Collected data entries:
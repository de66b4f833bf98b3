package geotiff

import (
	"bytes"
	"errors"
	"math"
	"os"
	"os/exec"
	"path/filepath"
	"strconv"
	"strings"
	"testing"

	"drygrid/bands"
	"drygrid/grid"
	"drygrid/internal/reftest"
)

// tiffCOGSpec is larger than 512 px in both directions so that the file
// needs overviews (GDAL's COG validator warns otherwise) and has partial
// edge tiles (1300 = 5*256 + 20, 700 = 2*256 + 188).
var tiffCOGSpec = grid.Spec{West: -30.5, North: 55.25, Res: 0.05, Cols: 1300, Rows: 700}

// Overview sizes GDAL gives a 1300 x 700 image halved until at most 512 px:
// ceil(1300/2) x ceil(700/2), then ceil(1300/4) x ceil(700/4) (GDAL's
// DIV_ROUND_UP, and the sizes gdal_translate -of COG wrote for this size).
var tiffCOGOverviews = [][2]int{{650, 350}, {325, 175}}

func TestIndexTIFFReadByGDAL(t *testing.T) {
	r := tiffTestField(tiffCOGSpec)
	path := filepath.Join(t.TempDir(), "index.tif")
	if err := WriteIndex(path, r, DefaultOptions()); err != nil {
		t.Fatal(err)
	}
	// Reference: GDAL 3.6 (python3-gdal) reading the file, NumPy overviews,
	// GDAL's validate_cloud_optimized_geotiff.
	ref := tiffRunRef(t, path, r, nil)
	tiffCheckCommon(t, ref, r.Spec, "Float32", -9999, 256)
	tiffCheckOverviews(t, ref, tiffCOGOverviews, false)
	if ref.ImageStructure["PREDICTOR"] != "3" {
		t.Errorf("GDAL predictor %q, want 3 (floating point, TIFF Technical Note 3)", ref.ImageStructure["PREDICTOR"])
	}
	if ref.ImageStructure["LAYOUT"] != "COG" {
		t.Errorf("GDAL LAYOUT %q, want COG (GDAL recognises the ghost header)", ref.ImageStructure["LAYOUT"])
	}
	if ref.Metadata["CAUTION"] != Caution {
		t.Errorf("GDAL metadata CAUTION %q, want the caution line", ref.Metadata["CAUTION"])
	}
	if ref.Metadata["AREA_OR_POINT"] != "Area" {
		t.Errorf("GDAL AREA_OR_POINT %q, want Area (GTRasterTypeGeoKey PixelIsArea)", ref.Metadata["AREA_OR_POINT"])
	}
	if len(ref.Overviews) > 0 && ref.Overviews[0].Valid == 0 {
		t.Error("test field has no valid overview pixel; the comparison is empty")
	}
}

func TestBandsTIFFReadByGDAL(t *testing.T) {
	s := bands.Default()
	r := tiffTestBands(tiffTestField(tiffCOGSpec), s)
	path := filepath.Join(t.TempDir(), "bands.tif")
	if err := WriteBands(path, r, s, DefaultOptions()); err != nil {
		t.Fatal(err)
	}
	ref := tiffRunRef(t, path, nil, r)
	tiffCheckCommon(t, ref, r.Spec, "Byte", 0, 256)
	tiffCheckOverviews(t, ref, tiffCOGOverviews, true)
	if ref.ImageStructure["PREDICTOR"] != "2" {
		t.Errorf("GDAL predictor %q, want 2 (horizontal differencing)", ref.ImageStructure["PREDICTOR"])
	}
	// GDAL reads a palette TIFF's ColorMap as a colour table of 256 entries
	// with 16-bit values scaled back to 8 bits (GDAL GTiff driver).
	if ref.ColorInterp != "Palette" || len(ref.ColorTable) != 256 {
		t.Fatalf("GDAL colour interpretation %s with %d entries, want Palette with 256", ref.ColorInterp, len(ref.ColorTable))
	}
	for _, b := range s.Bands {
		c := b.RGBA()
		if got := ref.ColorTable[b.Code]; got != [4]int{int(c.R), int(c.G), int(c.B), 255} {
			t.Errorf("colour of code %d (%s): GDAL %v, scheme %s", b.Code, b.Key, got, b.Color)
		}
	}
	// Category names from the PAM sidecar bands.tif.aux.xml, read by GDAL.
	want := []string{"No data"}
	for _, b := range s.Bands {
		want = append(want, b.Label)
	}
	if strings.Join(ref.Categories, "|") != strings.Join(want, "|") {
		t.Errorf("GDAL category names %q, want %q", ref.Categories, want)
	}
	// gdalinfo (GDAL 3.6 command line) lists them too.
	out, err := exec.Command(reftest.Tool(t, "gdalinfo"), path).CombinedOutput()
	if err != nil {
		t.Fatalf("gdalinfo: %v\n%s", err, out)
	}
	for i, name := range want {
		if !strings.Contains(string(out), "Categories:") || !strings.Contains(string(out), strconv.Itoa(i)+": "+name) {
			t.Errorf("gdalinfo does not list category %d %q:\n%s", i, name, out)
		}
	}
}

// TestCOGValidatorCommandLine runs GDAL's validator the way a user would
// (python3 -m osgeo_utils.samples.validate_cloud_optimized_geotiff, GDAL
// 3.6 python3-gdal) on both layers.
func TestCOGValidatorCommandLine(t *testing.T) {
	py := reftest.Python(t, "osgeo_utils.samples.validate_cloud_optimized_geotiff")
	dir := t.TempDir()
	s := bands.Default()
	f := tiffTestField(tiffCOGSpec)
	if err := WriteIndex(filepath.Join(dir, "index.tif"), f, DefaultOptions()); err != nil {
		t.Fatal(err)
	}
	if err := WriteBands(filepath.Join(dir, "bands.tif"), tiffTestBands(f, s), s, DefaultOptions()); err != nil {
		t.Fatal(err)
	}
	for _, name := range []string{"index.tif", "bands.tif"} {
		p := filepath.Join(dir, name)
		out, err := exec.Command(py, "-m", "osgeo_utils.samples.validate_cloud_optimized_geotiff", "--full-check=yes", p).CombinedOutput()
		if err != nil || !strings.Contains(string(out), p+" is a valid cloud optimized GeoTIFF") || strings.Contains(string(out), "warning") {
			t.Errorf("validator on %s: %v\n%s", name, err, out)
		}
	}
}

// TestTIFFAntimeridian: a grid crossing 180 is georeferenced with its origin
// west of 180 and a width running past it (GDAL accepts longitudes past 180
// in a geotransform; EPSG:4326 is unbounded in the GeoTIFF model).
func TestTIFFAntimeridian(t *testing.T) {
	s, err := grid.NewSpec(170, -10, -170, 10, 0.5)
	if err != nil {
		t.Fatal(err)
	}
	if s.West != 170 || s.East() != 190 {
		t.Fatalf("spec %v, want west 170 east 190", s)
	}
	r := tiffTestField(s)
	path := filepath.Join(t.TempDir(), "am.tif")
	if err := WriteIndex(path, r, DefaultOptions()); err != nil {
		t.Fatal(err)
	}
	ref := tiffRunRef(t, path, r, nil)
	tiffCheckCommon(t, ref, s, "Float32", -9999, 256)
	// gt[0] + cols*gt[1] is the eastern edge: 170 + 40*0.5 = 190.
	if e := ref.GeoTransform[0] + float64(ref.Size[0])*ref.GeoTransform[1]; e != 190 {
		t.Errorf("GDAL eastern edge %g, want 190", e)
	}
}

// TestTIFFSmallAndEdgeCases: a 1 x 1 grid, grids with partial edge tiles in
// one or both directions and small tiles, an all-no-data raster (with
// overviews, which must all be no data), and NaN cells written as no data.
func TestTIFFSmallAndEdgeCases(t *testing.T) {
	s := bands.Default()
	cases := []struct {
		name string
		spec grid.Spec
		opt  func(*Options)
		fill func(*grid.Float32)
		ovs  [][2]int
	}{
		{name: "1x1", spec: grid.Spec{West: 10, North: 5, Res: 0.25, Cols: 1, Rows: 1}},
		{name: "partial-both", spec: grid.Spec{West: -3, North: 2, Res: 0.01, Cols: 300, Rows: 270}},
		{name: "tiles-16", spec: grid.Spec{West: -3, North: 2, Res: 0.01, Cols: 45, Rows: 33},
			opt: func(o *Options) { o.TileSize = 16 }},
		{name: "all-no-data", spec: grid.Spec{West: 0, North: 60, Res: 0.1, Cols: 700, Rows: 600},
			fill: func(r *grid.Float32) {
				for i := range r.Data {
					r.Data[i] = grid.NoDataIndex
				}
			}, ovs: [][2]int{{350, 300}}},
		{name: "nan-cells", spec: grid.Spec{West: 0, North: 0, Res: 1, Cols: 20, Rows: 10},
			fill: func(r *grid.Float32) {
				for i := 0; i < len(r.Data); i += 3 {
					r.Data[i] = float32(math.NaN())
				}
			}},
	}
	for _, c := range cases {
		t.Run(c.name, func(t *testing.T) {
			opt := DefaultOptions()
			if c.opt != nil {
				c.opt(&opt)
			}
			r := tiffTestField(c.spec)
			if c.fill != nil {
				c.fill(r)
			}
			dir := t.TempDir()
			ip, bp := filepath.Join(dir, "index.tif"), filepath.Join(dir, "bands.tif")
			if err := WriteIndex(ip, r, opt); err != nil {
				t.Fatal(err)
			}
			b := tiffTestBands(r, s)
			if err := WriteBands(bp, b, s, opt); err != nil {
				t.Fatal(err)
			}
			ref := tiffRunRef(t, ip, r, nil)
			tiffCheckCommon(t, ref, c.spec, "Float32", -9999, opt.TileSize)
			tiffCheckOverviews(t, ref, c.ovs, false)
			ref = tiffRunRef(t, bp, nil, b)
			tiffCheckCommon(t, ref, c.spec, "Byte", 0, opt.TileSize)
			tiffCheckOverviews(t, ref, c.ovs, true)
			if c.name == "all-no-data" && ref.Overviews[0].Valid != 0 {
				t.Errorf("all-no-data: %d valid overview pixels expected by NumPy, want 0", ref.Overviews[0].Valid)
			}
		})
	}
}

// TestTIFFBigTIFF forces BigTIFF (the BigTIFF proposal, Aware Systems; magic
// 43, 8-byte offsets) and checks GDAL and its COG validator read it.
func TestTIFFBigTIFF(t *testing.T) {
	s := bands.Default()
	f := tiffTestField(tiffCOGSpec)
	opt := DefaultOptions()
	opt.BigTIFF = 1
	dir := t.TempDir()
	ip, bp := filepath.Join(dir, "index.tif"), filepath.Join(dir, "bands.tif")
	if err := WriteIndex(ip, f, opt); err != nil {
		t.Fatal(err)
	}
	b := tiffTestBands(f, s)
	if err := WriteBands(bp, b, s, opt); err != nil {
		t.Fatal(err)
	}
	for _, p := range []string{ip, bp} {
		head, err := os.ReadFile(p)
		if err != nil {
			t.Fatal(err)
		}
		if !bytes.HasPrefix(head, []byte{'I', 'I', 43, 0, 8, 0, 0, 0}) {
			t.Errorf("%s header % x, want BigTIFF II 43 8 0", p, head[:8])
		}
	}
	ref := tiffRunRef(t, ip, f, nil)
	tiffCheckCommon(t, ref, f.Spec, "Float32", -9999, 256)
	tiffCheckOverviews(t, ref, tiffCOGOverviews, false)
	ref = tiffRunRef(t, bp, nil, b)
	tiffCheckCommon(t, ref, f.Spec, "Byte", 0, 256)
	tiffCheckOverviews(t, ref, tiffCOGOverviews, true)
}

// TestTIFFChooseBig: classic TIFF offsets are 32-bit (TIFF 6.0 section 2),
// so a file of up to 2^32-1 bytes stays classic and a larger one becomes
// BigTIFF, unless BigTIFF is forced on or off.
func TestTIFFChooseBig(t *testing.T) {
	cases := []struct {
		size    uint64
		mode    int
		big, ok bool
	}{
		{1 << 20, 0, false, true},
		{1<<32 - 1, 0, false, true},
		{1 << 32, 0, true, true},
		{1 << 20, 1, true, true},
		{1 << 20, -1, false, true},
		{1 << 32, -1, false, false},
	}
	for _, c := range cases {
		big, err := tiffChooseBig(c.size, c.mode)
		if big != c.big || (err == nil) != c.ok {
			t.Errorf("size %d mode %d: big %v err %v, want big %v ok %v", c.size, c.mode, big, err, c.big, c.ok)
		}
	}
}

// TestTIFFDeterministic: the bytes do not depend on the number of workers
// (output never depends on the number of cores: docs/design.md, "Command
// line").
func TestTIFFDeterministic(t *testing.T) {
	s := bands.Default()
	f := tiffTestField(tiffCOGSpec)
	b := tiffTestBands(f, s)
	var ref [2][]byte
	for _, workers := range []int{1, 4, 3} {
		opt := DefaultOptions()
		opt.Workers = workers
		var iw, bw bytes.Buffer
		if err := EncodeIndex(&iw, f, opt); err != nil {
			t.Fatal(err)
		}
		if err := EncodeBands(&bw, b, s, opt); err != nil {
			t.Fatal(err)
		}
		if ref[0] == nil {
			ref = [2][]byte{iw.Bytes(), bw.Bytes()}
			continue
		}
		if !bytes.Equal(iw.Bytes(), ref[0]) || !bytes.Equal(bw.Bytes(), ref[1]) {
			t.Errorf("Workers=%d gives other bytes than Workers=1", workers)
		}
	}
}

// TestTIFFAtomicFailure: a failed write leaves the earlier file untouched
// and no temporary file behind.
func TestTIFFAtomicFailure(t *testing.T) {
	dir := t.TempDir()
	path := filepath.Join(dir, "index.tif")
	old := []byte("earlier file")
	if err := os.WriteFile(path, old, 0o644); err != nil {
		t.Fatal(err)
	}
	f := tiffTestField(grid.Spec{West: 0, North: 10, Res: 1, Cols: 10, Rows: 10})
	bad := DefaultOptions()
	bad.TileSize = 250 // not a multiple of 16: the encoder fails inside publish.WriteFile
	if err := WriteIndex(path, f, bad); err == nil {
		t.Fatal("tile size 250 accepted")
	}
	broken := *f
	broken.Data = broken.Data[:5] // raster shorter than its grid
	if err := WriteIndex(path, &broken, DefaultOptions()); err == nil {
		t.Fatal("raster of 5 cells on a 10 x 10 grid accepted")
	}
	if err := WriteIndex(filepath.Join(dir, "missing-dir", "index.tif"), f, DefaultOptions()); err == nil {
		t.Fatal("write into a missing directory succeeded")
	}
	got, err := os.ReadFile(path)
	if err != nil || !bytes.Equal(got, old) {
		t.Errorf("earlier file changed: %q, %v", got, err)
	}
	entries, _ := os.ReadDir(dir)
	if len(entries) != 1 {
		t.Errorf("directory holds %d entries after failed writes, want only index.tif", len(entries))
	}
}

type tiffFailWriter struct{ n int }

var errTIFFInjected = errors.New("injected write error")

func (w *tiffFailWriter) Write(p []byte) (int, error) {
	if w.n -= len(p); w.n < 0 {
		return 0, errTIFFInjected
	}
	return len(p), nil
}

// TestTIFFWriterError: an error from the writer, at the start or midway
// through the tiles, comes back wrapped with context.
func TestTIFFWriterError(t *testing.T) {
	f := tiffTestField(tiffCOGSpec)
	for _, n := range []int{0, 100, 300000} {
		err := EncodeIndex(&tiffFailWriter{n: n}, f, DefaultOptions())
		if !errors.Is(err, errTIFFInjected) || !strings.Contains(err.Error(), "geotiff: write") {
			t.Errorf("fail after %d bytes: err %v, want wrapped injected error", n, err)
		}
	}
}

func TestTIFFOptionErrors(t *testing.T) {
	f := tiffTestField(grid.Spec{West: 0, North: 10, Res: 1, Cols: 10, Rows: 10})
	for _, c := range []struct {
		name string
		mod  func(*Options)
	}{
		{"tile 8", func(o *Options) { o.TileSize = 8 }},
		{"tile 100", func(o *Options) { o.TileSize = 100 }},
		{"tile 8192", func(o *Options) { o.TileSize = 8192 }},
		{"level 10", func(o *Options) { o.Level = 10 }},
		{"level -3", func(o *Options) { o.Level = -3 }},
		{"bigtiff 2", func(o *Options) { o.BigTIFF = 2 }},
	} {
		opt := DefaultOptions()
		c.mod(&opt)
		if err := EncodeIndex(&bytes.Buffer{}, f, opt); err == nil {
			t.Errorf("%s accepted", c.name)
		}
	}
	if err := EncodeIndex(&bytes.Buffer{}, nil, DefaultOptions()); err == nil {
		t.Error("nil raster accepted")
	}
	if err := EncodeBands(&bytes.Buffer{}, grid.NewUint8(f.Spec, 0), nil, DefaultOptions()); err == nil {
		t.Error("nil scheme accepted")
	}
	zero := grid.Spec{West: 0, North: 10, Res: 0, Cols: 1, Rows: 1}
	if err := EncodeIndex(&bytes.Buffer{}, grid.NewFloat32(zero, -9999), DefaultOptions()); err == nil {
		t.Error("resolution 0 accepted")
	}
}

TASK REQUIREMENTS:
With the string "ImageStructure" as the key, filter the data above and show the lines that match.

FINAL ANSWER:
	if ref.ImageStructure["PREDICTOR"] != "3" {
		t.Errorf("GDAL predictor %q, want 3 (floating point, TIFF Technical Note 3)", ref.ImageStructure["PREDICTOR"])
	if ref.ImageStructure["LAYOUT"] != "COG" {
		t.Errorf("GDAL LAYOUT %q, want COG (GDAL recognises the ghost header)", ref.ImageStructure["LAYOUT"])
	if ref.ImageStructure["PREDICTOR"] != "2" {
		t.Errorf("GDAL predictor %q, want 2 (horizontal differencing)", ref.ImageStructure["PREDICTOR"])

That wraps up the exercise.